Hello there, I want to know what "extended_annotations.gtf is here (https://github.com/GoekeLab/sg-nex-data/blob/master/docs/SG-NEx_Bambu_tutorial.md#running-bambu)," one of BAMBU's main outputs. It sounds like extended_annotations.gtf is a file with the entire reference annotation plus all discovered novel transcripts. This is a size of about 200 Mb. What I am trying to get is something like "transcript_models.gtf" that has just constructed transcripts (both known and novel), so no entire reference annotation. To my knowledge, its size is 90 ~ 100 Mb. Is there a way to gain that filtered gtf through the command line?
I am using cDNA ONT and cDNA PacBio datasets. I am providing the command line I used to convert from .fastq file to bam file below for cDNA ONT in case I missed something.
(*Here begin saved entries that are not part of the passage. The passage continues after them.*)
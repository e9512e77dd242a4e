"""A plain-words verdict on the kind of dependence in a pair.

The verdict combines what the panel of measures already says (adjusted
significance and estimates) with three cheap extra looks at the data: the
Gaussian yardstick (what a bivariate normal with the observed r would imply),
normality of the marginals and of the pair, and the influence of single
points on r. Rules are tried in order; the first that holds gives the label.

Rule table (alpha is the significance level applied to the q-values):

==  =========================  ==============================================================
#   label                      holds when
==  =========================  ==============================================================
1   no evidence of dependence  fewer than 3 complete rows, or a constant column
2   not tested (trending)      rows in time order (--ordered) and a side trends (augmented
                               Dickey-Fuller): levels of trending series correlate by chance,
                               so neither dependence nor independence is claimed on them
3   driven by a few points     Pearson's q < alpha; dropping the k most influential points
                               (k = min(10, max(3, ceil(n/100)), n // 10), chosen greedily,
                               each the one whose removal shrinks |r| most) leaves
                               |r| < |r_full| / 2 and takes off at least 0.10; and no rank
                               correlation backs r (none has q < alpha with a rank-equivalent
                               |r| of at least |r_full| / 2); and dCor of the remaining points
                               is not significant (its own unadjusted p >= alpha: a follow-up
                               question about a pair already found dependent)
4   no evidence of dependence  no measure with a q-value has q < alpha
5   non-monotone               a dependence test (dcor, dcor_bc or xi) has q < alpha, and
                               either no trend test (pearson, spearman, kendall) has, or the
                               observed dCor exceeds the dCor a Gaussian with the stronger of
                               |r| and the rank-equivalent r would have by more than 0.15
6   monotone but curved        a rank correlation has q < alpha and its rank-equivalent r
                               exceeds |r| by more than 0.10 on Fisher's z scale
                               (atanh|r_rank| - atanh|r|), which does not saturate near
                               |r| = 1, and by more than 2.33 standard deviations of that
                               gap under a Gaussian (curvature_noise; perfect rank
                               agreement counts as one swap short of perfect);
                               "non-monotone" on a dependence test alone with
                               q between 0.2 alpha and alpha says "weak evidence"
7   linear                     a trend test has q < alpha (what is left)
==  =========================  ==============================================================

The thresholds (0.5, 0.10, 0.15) are our own choices on the correlation
scale, set well above the sampling noise at a few hundred rows and checked on
the synthetic pairs of tests/core/test_verdict.py; they are not from a paper.

The rank-equivalent r is the correlation a bivariate normal would need to
show the observed rank correlation: 2 sin(pi rho_s / 6) from Spearman, or
sin(pi tau / 2) from Kendall (Kendall 1948). Under a Gaussian it equals r; a
monotone curve raises it above |r|, a few outliers leave it below.

Missing measures. Significance comes only from ``q_values`` (or, when a
measure has a result but no q-value, its unadjusted p-value, and a reason
says so): a measure that was not tested never counts as significant.
Estimates that the rules compare (r, Spearman's rho, dCor) are computed here
with the project's own functions when ``results`` lacks them; they are only
descriptive and the reasons say "computed here, not tested". A label that
could have been different had a measure been tested (for example "no
evidence" with only Pearson) gets a reason naming what is missing.

Normality: both marginals "look normal" when their normality tests (Shapiro-
Wilk, or D'Agostino-Pearson above 5000 rows) give p >= alpha; Henze-Zirkler
"rejects" when its p < alpha. When both marginals look normal, r is near 0
(|r| < 0.3 and either Pearson not significant or dCor above the Gaussian-
implied dCor of r by more than 0.15) and a dependence test is significant, a
reason says that zero correlation does not mean independence here because the
pair is not jointly normal.

Cost: O(n log n) (Spearman, dCor) plus O(k n) for the influence, and the
Henze-Zirkler test of :func:`pairlens.core.gaussian.fit_gaussian` (capped at
``config.HZ_MAX_ROWS`` rows) unless a fit is passed in.
"""

from __future__ import annotations

import copy
import dataclasses
import math
from dataclasses import dataclass, field
from typing import Callable

import numpy as np

from .. import config
from .jit import kernel
from .registry import MEASURES
from .results import TestResult
from .numbers import fmt_est, fmt_p

__all__ = ["Pattern", "LABELS", "RULES", "Rule", "classify_pair", "influence_on_r", "rank_rank", "LabelEvidence",
           "label_evidence", "label_from_evidence", "settled_label", "marginals_normal_not_joint"]

LABELS = ("linear", "monotone but curved", "non-monotone", "driven by a few points",
          "no evidence of dependence", "not tested (trending)")

# Read from the registry entries' roles (a rank correlation is a trend test too).
# The rules below judge pairs of two numeric columns: the measures that apply to those
# (categorical pairs have their own rules, core.verdict_categorical).
_NUMERIC = {n: m for n, m in MEASURES.items() if m.applies_to("numeric", "numeric")}
TREND_MEASURES = tuple(n for n, m in _NUMERIC.items() if m.role in ("trend", "rank"))
RANK_MEASURES = tuple(n for n, m in _NUMERIC.items() if m.role == "rank")
DEPENDENCE_MEASURES = tuple(n for n, m in _NUMERIC.items() if m.role == "dependence")

# Thresholds of the rule table (see the module docstring). They are effect
# sizes on the correlation scale, chosen well above the sampling noise of the
# compared quantities at n of a few hundred (SE of r - rank-equivalent r is
# about 0.03 at n = 300 for Gaussian data).
FEW_POINTS_SHRINK = 0.5        # |r| after dropping k points below this fraction of |r|
FEW_POINTS_MIN_DROP = 0.10     # ... and lower by at least this much
CURVED_GAP = 0.10              # rank-equivalent r above |r| by more than this, on Fisher's z scale
# A dependence test alone (no trend) with its smallest q between alpha * WEAK_EVIDENCE_FACTOR and
# alpha is reported as "weak evidence" in the reasons: a margin below alpha, our own choice.
WEAK_EVIDENCE_FACTOR = 0.2


CURVED_Z = 2.326               # the gap must also exceed this many of its Gaussian standard deviations
                               # (the one-sided 1% point of the normal law, common practice)


def curvature_gap(r: float, rank_equiv: float) -> float:
    """atanh|rank-equivalent r| - atanh|r|: the rank-over-value excess on Fisher's z scale.

    On the correlation scale the gap shrinks to nothing as |r| -> 1 (a bend with
    r = 0.987 and Spearman 1.000 differs by 0.013); on the z scale it does not
    saturate (a perfectly monotone curve with |r| < 1 gives an infinite gap).
    Under a Gaussian both sides estimate the same z; the gap's noise grows with
    |rho| and shrinks with n (:func:`curvature_noise`).
    """
    if not (math.isfinite(r) and math.isfinite(rank_equiv)):
        return math.nan
    with np.errstate(divide="ignore"):
        return float(np.arctanh(min(1.0, abs(rank_equiv))) - np.arctanh(min(1.0, abs(r))))


def curvature_noise(r: float, n: int) -> float:
    """Standard deviation of :func:`curvature_gap` for n rows of a bivariate normal with rho = |r|.

    Notes
    -----
    Under the bivariate normal, Kendall's tau has variance (Esscher 1924;
    Kendall 1949 - from memory, checked by simulation in tests/core/test_verdict.py)

    .. math:: \\frac{2}{n(n-1)}\\left[1 - \\left(\\tfrac{2}{\\pi}\\arcsin\\rho\\right)^2\\right]
              + \\frac{4(n-2)}{n(n-1)}\\left[\\tfrac19 - \\tfrac{4}{\\pi^2}\\arcsin^2(\\rho/2)\\right],

    2(2n+5)/(9n(n-1)) at rho = 0 (Kendall 1938). The delta method gives
    Var(atanh sin(pi tau / 2)) = (pi^2 / 4) Var(tau) / (1 - rho^2), and since r is
    efficient for a bivariate normal, the difference of an estimator and r has
    the difference of their variances (Hausman 1978): Var(gap) = Var(z_tau) -
    1/(n - 3). Spearman's rank-equivalent r has nearly the same efficiency, and
    this serves for both (measured within 10% at n = 40 and 200, rho up to 0.99).

    References
    ----------
    Kendall, M.G. (1949) Rank and product-moment correlation. Biometrika 36:177-193,
    doi:10.2307/2332540. Hausman, J.A. (1978) Specification tests in econometrics.
    Econometrica 46:1251-1271, doi:10.2307/1913827.
    """
    if not math.isfinite(r) or n < 4:
        return math.inf
    rho = min(abs(r), 1.0 - 1e-12)
    a, b = math.asin(rho), math.asin(rho / 2.0)
    var_tau = (2.0 / (n * (n - 1)) * (1.0 - (2.0 * a / math.pi) ** 2)
               + 4.0 * (n - 2) / (n * (n - 1)) * (1.0 / 9.0 - 4.0 / math.pi ** 2 * b * b))
    var_z = (math.pi ** 2 / 4.0) * var_tau / (1.0 - rho * rho)
    return math.sqrt(max(var_z - 1.0 / (n - 3), 0.0))


def _unsaturated(rank_equiv: float, source: str, n: int) -> float:
    """The rank-equivalent r with perfect rank agreement taken one step short of perfect (one
    adjacent swap): with few rows a nearly straight line often has perfectly ordered ranks, whose
    rank-equivalent r of 1 would give an infinite gap to any r below 1."""
    if n < 3 or not math.isfinite(rank_equiv):
        return rank_equiv
    if source == "kendall":
        top = math.sin(math.pi / 2.0 * (1.0 - 4.0 / (n * (n - 1))))
    else:
        top = 2.0 * math.sin(math.pi / 6.0 * (1.0 - 12.0 / (n * (n * n - 1))))
    return math.copysign(min(abs(rank_equiv), top), rank_equiv)


def curvature_beyond_noise(r: float, rank_equiv: float, source: str, n: int) -> tuple[float, float]:
    """(gap, threshold): the curvature gap (perfect rank agreement one step short of perfect) and
    the larger of CURVED_GAP and CURVED_Z standard deviations of the gap under a Gaussian."""
    gap = curvature_gap(r, _unsaturated(rank_equiv, source, n))
    return gap, max(CURVED_GAP, CURVED_Z * curvature_noise(r, n))
DCOR_EXCESS = 0.15             # observed dCor above the Gaussian-implied dCor by more than this
CLOSE_DCOR = 0.05              # observed and Gaussian-implied dCor called "close" in the reasons
NEAR_ZERO_R = 0.10             # |r| below this is called "near 0" in the reasons
WEAK_R = 0.30                  # |r| below this can count as "near 0" (see _normality_reasons)
MAX_DROPPED = 10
./minimap2 -t 8 -ax splice /home/seong/R/x86_64-pc-linux-gnu-library/4.1/bambu/extdata/hg38.fa /data/long_read/ENCBS944CBA/ENCFF263YFG.fastq -o /data/long_read/ENCBS944CBA/ENCFF263YFG.sam
samtools view -@ 8 -Sb -o /data/long_read/ENCBS944CBA/ENCFF563QZR.bam /data/long_read/ENCBS944CBA/ENCFF563QZR.sam
One another question that I have is, does BAMBU detect intron retention? Let me know for these questions, thanks a lot!
hello Seongwoo, Did u able to run bambu successfully? I am facing technical problems so it would be great to get help.